Jason Fenske made a video about how the US grid could cope with a fleet of 230 million EVs if all of them were electric. His conclusions show the challenges that lie before the US grid with a massive EV adoption. Yet, the benefits that would bring are what really caught our attention. The Engineering Explained video just shows their tip.
As Fenske reasons, there are 230 million people with driver’s licenses in the US. The average distance they travel per year is 13,500 miles. That means people drive 3,105 trillion miles in the US every year.
The average energy consumption for EVs, based on EPA numbers, would be around 100 MPGe. In other words, each EV would spend about 33.7 kWh per 100 miles. That’s how much energy a gallon of gasoline contains.
EPA’s idea with that metric was to allow customers to compare electric cars with combustion-engined vehicles, which measure their fuel consumption in MPG. According to the EPA, the most recent average is for the 2019 cars, which would be 24.9 MPG. Just remember that all vehicles are included here, which means hybrids, PHEVs, and EVs helped bring this number down.
Based on EPA data, Fenske calculated that if all US drivers had electric cars, they would spend 1 trillion kWh per year in energy. Sadly, he did not mention how much combustion-engined vehicles spend on a similar interval, but we will.
Using the favorable number of 24.9 MPG, a US fleet using only gasoline would spend 129,166,666 gallons of fuel per year. Convert that to energy, and cars consume about 4,353 trillion kWh, more than four times what EVs demand. And that can be even worse for ICE vehicles.
Edmunds recently made tests with EVs and reinforced the impression that the EPA range is not as trustworthy as most would believe. None of the five Teslas tested achieved its EPA range, as well as the Polestar 2.
Using Edmunds’ numbers as a reference, the lowest energy consumption would be 20.8 kWh/100 miles, and the highest would be 38.2 kWh/100 miles. Let’s imagine the average is 30 kWh/100 miles.
Using this number instead of the 100 MPGe Fenske adopted, the energy consumption would be 0.93 trillion kWh, or 70 billion kWh less. If all the US electric cars needed 20 kWh/100 miles, that energy consumption would fall to 620 billion kWh, or 0.62 trillion kWh.
The money Americans didn’t spend on fuel would remain in their pockets. Only 25 percent of the US car fleet's current energy use would already fulfill the current driving needs they have. The country would not burn at least 129,166,666 gallons of gasoline per year.

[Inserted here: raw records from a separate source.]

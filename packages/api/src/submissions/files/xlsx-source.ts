/**
 * Rows of an XLSX workbook through exceljs's streaming WorkbookReader
 * (toolchain.md): date cells arrive as Date objects (styles cached),
 * formulas as { formula, result } (the saved result is used; none saved is
 * a problem cell), errors as { error }. Merged ranges, invisible to the
 * streaming reader, are filled in from the prescan: every cell of a merge
 * shows the value of its top-left cell, as it does on screen.
 */
import { Readable } from 'node:stream';
import ExcelJS from 'exceljs';
import { type Cell, CellProblem } from '../format/values.js';
import type { RowSource, SourceNotes, SourceRow } from './row-source.js';
import type { CellRange, XlsxPrescan } from './xlsx-prescan.js';

const BATCH = 100;

export function toCell(value: unknown, onFormula: () => void): Cell {
  if (value === null || value === undefined) return null;
  switch (typeof value) {
    case 'string':
      return value;
    case 'number':
      return Number.isFinite(value) ? value : new CellProblem('error', '#NUM!');
    case 'boolean':
      return value;
    case 'object':
      break;
    default:
      return null;
  }
  if (value instanceof Date) return value;
  const v = value as Record<string, unknown>;
  if ('formula' in v || 'sharedFormula' in v) {
    onFormula();
    const formula = String(v.formula ?? v.sharedFormula ?? '');
    if (!('result' in v) || v.result === undefined) return new CellProblem('no_result', formula);
    const result = v.result;
    if (typeof result === 'number' && Number.isNaN(result))
      return new CellProblem('error', '#VALUE!');
    if (result !== null && typeof result === 'object' && 'error' in (result as object)) {
      return new CellProblem('error', String((result as { error: unknown }).error));
    }
    return toCell(result, () => undefined);
  }
  if ('error' in v) return new CellProblem('error', String(v.error));
  if (Array.isArray(v.richText))
    return (v.richText as { text?: string }[]).map((r) => r.text ?? '').join('');
  if ('text' in v) return typeof v.text === 'string' ? v.text : toCell(v.text, onFormula);
  return null;
}

export class XlsxRowSource implements RowSource {
  readonly kind = 'xlsx' as const;
  formulaCells = 0;
  readonly valuedRows: number;
  readonly date1904: boolean;
  readonly notes: SourceNotes;

  constructor(
    private readonly buf: Buffer,
    private readonly prescan: XlsxPrescan,
  ) {
    this.valuedRows = prescan.valuedRows;
    this.date1904 = prescan.date1904;
    this.notes = {
      sheetName: prescan.sheetName,
      otherSheets: prescan.otherSheets,
      merges: prescan.merges,
      hiddenRows: prescan.hiddenRows,
      hiddenColumns: prescan.hiddenColumns,
      delimiter: null,
      encoding: null,
    };
  }

  async *batches(): AsyncGenerator<SourceRow[]> {
    const reader = new ExcelJS.stream.xlsx.WorkbookReader(Readable.from([this.buf]), {
      sharedStrings: 'cache',
      styles: 'cache',
      hyperlinks: 'ignore',
      worksheets: 'emit',
      entries: 'ignore',
    });
    const merges = new MergeFiller(this.prescan.merges);
    const onFormula = () => void this.formulaCells++;
    let batch: SourceRow[] = [];
    let found = false;
    for await (const worksheet of reader) {
      if (found || (worksheet as unknown as { name: string }).name !== this.prescan.sheetName)
        continue;
      found = true;
      for await (const row of worksheet) {
        const values = row.values as unknown[];
        const cells: Cell[] = new Array<Cell>(Math.max(0, values.length - 1));
        for (let c = 1; c < values.length; c++) cells[c - 1] = toCell(values[c], onFormula);
        for (let c = 0; c < cells.length; c++) if (cells[c] === undefined) cells[c] = null;
        if (merges.active) merges.fill(row.number, cells);
        batch.push({ row: row.number, cells });
        if (batch.length >= BATCH) {
          yield batch;
          batch = [];
        }
      }
    }
    if (batch.length > 0) yield batch;
    if (!found) throw new SheetNotReadError(this.prescan.sheetName);
  }
}

/** The chosen sheet never came out of the reader (a workbook written by an unusual program). */
export class SheetNotReadError extends Error {
  constructor(readonly sheetName: string) {
    super(`the sheet ${sheetName} could not be read`);
  }
}

/** Fills every cell of a merged range with the value of its top-left cell. */
class MergeFiller {
  private readonly byTop = new Map<number, CellRange[]>();
  private readonly open: { range: CellRange; value: Cell }[] = [];
  readonly active: boolean;

  constructor(merges: readonly CellRange[]) {
    for (const m of merges) {
      if (m.right - m.left > 1000 || m.bottom - m.top > 1_000_000) continue;
      const list = this.byTop.get(m.top);
      if (list) list.push(m);
      else this.byTop.set(m.top, [m]);
    }
    this.active = this.byTop.size > 0;
  }

  fill(rowNumber: number, cells: Cell[]): void {
    for (const range of this.byTop.get(rowNumber) ?? []) {
      this.open.push({ range, value: cells[range.left - 1] ?? null });
    }
    for (let i = this.open.length - 1; i >= 0; i--) {
      const { range, value } = this.open[i]!;
      if (rowNumber > range.bottom) {
        this.open.splice(i, 1);
        continue;
      }
      if (rowNumber < range.top) continue;
      for (let c = range.left; c <= range.right; c++) {
        while (cells.length < c) cells.push(null);
        cells[c - 1] = value;
      }
    }
  }
}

Fenske mentioned that people would better not charge all EVs simultaneously to avoid frying the electric grid but argued that there is no need for that to happen. People can charge their cars late at night or in the early hours of a day – when energy demand is lower.
What we missed in the video was a little more time on the smart grid question, which is something unique to electric cars. When the grid needs power – or any region has a power shortage for any reason – their battery packs can help restore energy or just prevent the power lines from going down.
With smart grids, EVs can also help store energy generated by solar and wind power, allowing their owners to use it at night or sell it to power companies when they need it the most.
It may take a while for the hurdles in the way of a more significant EV adoption in the US. Imagine getting 23 billion kWh in battery packs for the 230 million drivers to have at least 100 kWh of juice available...
Yet, Fenske pointed out that the grid will probably not be the issue. If that were the case, Norway would likely be facing a power crisis, and we recently wrote that this is far from the truth there.
The more powerful obstacle for that to happen probably relates to everyone that attack EVs without even realizing they are the best way to ensure personal transportation. It’s either them or a bicycle for the ones willing to avoid crowded buses and trains, especially in times.